Unfortunately, all the publicity in the world can’t fix the fact that the closest rink is in Pelham, 40 minutes away. While that might not deter the team from commuting, it does make it slightly harder to draw fans.Still, the team is getting recognized for its diligence and hard work.“They’ve declared us their flagship club program for school,” Awender said. “The president of the university also has given us congratulations on getting this going, and he’s planning on coming out to a game soon.
The local media has started to take notice as well.

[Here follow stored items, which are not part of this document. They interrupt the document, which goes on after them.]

/** What is known of the wire that is pointed at: its signal and unit, from where to where, and how many entries it takes part in. */

import { useViewport } from 'reactflow';
import { type Block, displayName, type Sheet } from '../../diagram/index.ts';
import { wireKey } from '../../diagram/routing/index.ts';
import { statesOfBlock } from '../commands/states-of-block.ts';
import { piecesOf } from './bend-wire.ts';
import { shownTitle } from './block-sentence.ts';
import { Fact } from './Fact.tsx';
import { shownSheet } from './shown-sheet.ts';

/** Pixels between the wire and the card. */
const UNDERNEATH = 12;

interface WireCardProps {
  readonly wire: string;
  readonly sheet: Sheet;
  /** How many entries it takes part in, as text. */
  readonly entries: string;
}

export function WireCard({ wire: key, sheet, entries }: WireCardProps) {
  const { x, y, zoom } = useViewport();
  const index = sheet.wires.findIndex(wire => wireKey(wire) === key);
  const wire = sheet.wires[index];
  const [first, ...others] = piecesOf(shownSheet().routes.wires[index]?.points ?? []);
  if (wire === undefined || first === undefined) return null;
  const { middle } = others.reduce((longest, piece) => (piece.length > longest.length ? piece : longest), first);
  const from = sheet.blocks.find(({ id }) => id === wire.from[0]);
  const to = sheet.blocks.find(({ id }) => id === wire.to[0]);
  if (from === undefined || to === undefined) return null;
  const { carries } = statesOfBlock(sheet, from.id);
  return (
    <div
      className="block-card"
      role="tooltip"
      style={{ left: x + zoom * middle[0], top: y + zoom * middle[1] + UNDERNEATH }}
    >
      <strong>{`${shownTitle(from)} → ${shownTitle(to)}`}</strong>
      <dl>
        <Fact name="signal" text={wire.name ?? displayName(from)} />
        {unitOf(from) !== null && <Fact name="unit" text={unitOf(from) ?? ''} />}
        {carries.length > 0 && <Fact name="carries" text={carries.join(', ')} />}
        <Fact name="entries" text={entries} />
      </dl>
    </div>
  );
}

function unitOf(block: Block): string | null {
  return 'unit' in block && block.unit !== undefined ? block.unit : null;
}
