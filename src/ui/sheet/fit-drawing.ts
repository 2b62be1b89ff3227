/**
 * Where the sheet has to be put so that the whole drawing is seen and the title block hides nothing of it: the largest zoom
 * among the free areas beside the title block.
 */

import type { Rectangle } from '../../diagram/geometry/index.ts';

export interface Placement {
  readonly x: number;
  readonly y: number;
  readonly zoom: number;
}

export interface FitLimits {
  readonly largestZoom: number;
  readonly smallestZoom: number;
  /** Paper left free around the drawing, pixels. */
  readonly margin: number;
}

/**
 * @param drawing  bounds of the drawing, sheet units.
 * @param area     the visible sheet, pixels from its own corner.
 * @param block    the title block in the same pixels, null where none covers the sheet.
 */
export function fitPlacement(
  drawing: Rectangle,
  area: Rectangle,
  block: Rectangle | null,
  limits: FitLimits,
): Placement {
  const whole = placedIn(area, drawing, limits);
  if (block === null || !covers(block, drawing, whole)) return whole;
  const above = { ...area, bottom: block.top };
  const left = { ...area, right: block.left };
  const candidates = [above, left].map(free => placedIn(free, drawing, limits));
  const best = candidates.reduce((a, b) => (b.zoom > a.zoom ? b : a));
  return best.zoom > limits.smallestZoom ? best : whole;
}

function placedIn(free: Rectangle, drawing: Rectangle, limits: FitLimits): Placement {
  const width = Math.max(1, free.right - free.left - 2 * limits.margin);
  const height = Math.max(1, free.bottom - free.top - 2 * limits.margin);
  const wanted = Math.min(width / extent(drawing.left, drawing.right), height / extent(drawing.top, drawing.bottom));
  const zoom = Math.min(limits.largestZoom, Math.max(limits.smallestZoom, wanted));
  return {
    zoom,
    x: (free.left + free.right) / 2 - (zoom * (drawing.left + drawing.right)) / 2,
    y: (free.top + free.bottom) / 2 - (zoom * (drawing.top + drawing.bottom)) / 2,
  };
}

function extent(from: number, to: number): number {
  return Math.max(1, to - from);
}

function covers(block: Rectangle, drawing: Rectangle, { x, y, zoom }: Placement): boolean {
  return (
    x + zoom * drawing.right > block.left &&
    x + zoom * drawing.left < block.right &&
    y + zoom * drawing.bottom > block.top &&
    y + zoom * drawing.top < block.bottom
  );
}
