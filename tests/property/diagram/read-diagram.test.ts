import fc from 'fast-check';
import { describe, expect, test, vi } from 'vitest';
import { type Diagram, readDiagram, startingDrawing, writeDiagram } from '../../../src/diagram/index.ts';
import { EXIT_STATUS } from '../../../src/problem/index.ts';
import { anyDiagram } from '../../arbitraries/diagrams.ts';
import { SEED } from '../../arbitraries/rationals.ts';

vi.setConfig({ testTimeout: 60_000 }); // many small runs, on a machine that may be busy

/** Either a document that can be written and read again, or problems with messages for one line of the screen. */
function expectAnAnswer(text: string): void {
  const result = readDiagram(text);
  if (result.ok) {
    const written = writeDiagram(result.value);
    expect(readDiagram(written)).toEqual({ ok: true, value: result.value });
    return;
  }
  expect(result.problems.length).toBeGreaterThan(0);
  expect(result.problems.length).toBeLessThanOrEqual(100);
  for (const { code, message, blocks } of result.problems) {
    expect(EXIT_STATUS[code]).toBe(2);
    expect(message).toMatch(/^[^\p{Cc}]+\.$/u);
    expect(message.length).toBeLessThan(1500);
    expect(blocks.every(path => typeof path === 'string')).toBe(true);
  }
}

const STRANGE: readonly unknown[] = [
  ...[null, true, false, 0, -1, 1.5, 1e300, '', ' ', 's', '__proto__', 'constructor', '\u0000\n', 'x'.repeat(300)],
  ...[[], [[]], {}, ['b0', 0], ['b0', -1], ['b0', 1e9], [0, 0], [1e300, 0], { blocks: [] }, { blocks: [], wires: [] }],
  ...['group', 'input', 'summer', 'state-model', '+-+-', '9'.repeat(400)],
];

interface Holder {
  readonly object: Record<string, unknown>;
  readonly key: string;
}

function holders(value: unknown): Holder[] {
  if (typeof value !== 'object' || value === null) return [];
  const object = value as Record<string, unknown>;
  return Object.keys(object).flatMap(key => [{ object, key }, ...holders(object[key])]);
}

const copied = (value: unknown): unknown => JSON.parse(JSON.stringify(value));

const start = fc.oneof(anyDiagram, fc.constant(startingDrawing()));

describe('reading never throws', () => {
  test('on a drawing with values replaced, removed, copied or added anywhere', () => {
    const change = fc.record({
      place: fc.nat(),
      other: fc.nat(),
      value: fc.constantFrom(...STRANGE),
      way: fc.constantFrom('replace', 'remove', 'copy', 'add', 'rename'),
    });
    const damage = (
      diagram: Diagram,
      changes: readonly (typeof change extends fc.Arbitrary<infer T> ? T : never)[],
    ) => {
      const copy: unknown = JSON.parse(JSON.stringify(diagram));
      for (const { place, other, value, way } of changes) {
        const all = holders(copy);
        const target = all[place % all.length];
        const source = all[other % all.length];
        if (target === undefined || source === undefined) continue;
        const { object, key } = target;
        if (way === 'replace') object[key] = copied(value);
        else if (way === 'remove') delete object[key];
        else if (way === 'copy') object[key] = copied(source.object[source.key] ?? null);
        else if (way === 'add') object[`extra${other % 3}`] = copied(value);
        else object[source.key] = copied(object[key] ?? null);
      }
      return JSON.stringify(copy);
    };
    fc.assert(
      fc.property(start, fc.array(change, { minLength: 1, maxLength: 4 }), (diagram, changes) => {
        expectAnAnswer(damage(diagram, changes));
      }),
      { seed: SEED, numRuns: 500 },
    );
  });

  test('on text cut, repeated or with characters changed', () => {
    fc.assert(
      fc.property(
        start,
        fc.nat(),
        fc.nat({ max: 20 }),
        fc.string({ unit: 'binary', maxLength: 4 }),
        (diagram, at, cut, by) => {
          const text = writeDiagram(diagram);
          const place = at % text.length;
          expectAnAnswer(text.slice(0, place) + by + text.slice(place + cut));
        },
      ),
      { seed: SEED, numRuns: 300 },
    );
  });

  test('on any JSON and any text', () => {
    fc.assert(fc.property(fc.oneof(fc.json({ maxDepth: 6 }), fc.string({ unit: 'binary' })), expectAnAnswer), {
      seed: SEED,
      numRuns: 500,
    });
  });
});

“All the news channels are going to be coming out in the next couple of weeks to start giving us coverage,” Awender said. “I was recently on the largest sports network in the South, Jock 690. They had me on there, and they want me back again on a regular basis.”There’s even talk of one day taking the team to the next level. “I think our ultimate goal is to be a varsity sport here,” English said. “Obviously that’s not gonna happen anytime in the near future, but hopefully we’re setting the groundwork for that coming in the next 10-15 years.”In the more immediate future, however, the club is looking forward to possibly joining an all-SEC division next year.

“Now what they want to do is to start having contracts and start playing each other the same weekends with football,” Awender said. “Where on Saturday is the football game, and we would play on the Friday night against the same school in the same city where that football game is occurring.”Despite their humble beginnings, the team is fully committed to becoming one of the best teams in the South.
First, the team will settle for becoming one of the more recognizable groups on campus.

For now, Stokes says the reaction he gets when he tells people he plays hockey for Alabama is generally the same. “Shock, then curiosity, then they definitely get hooked and come out to the games.”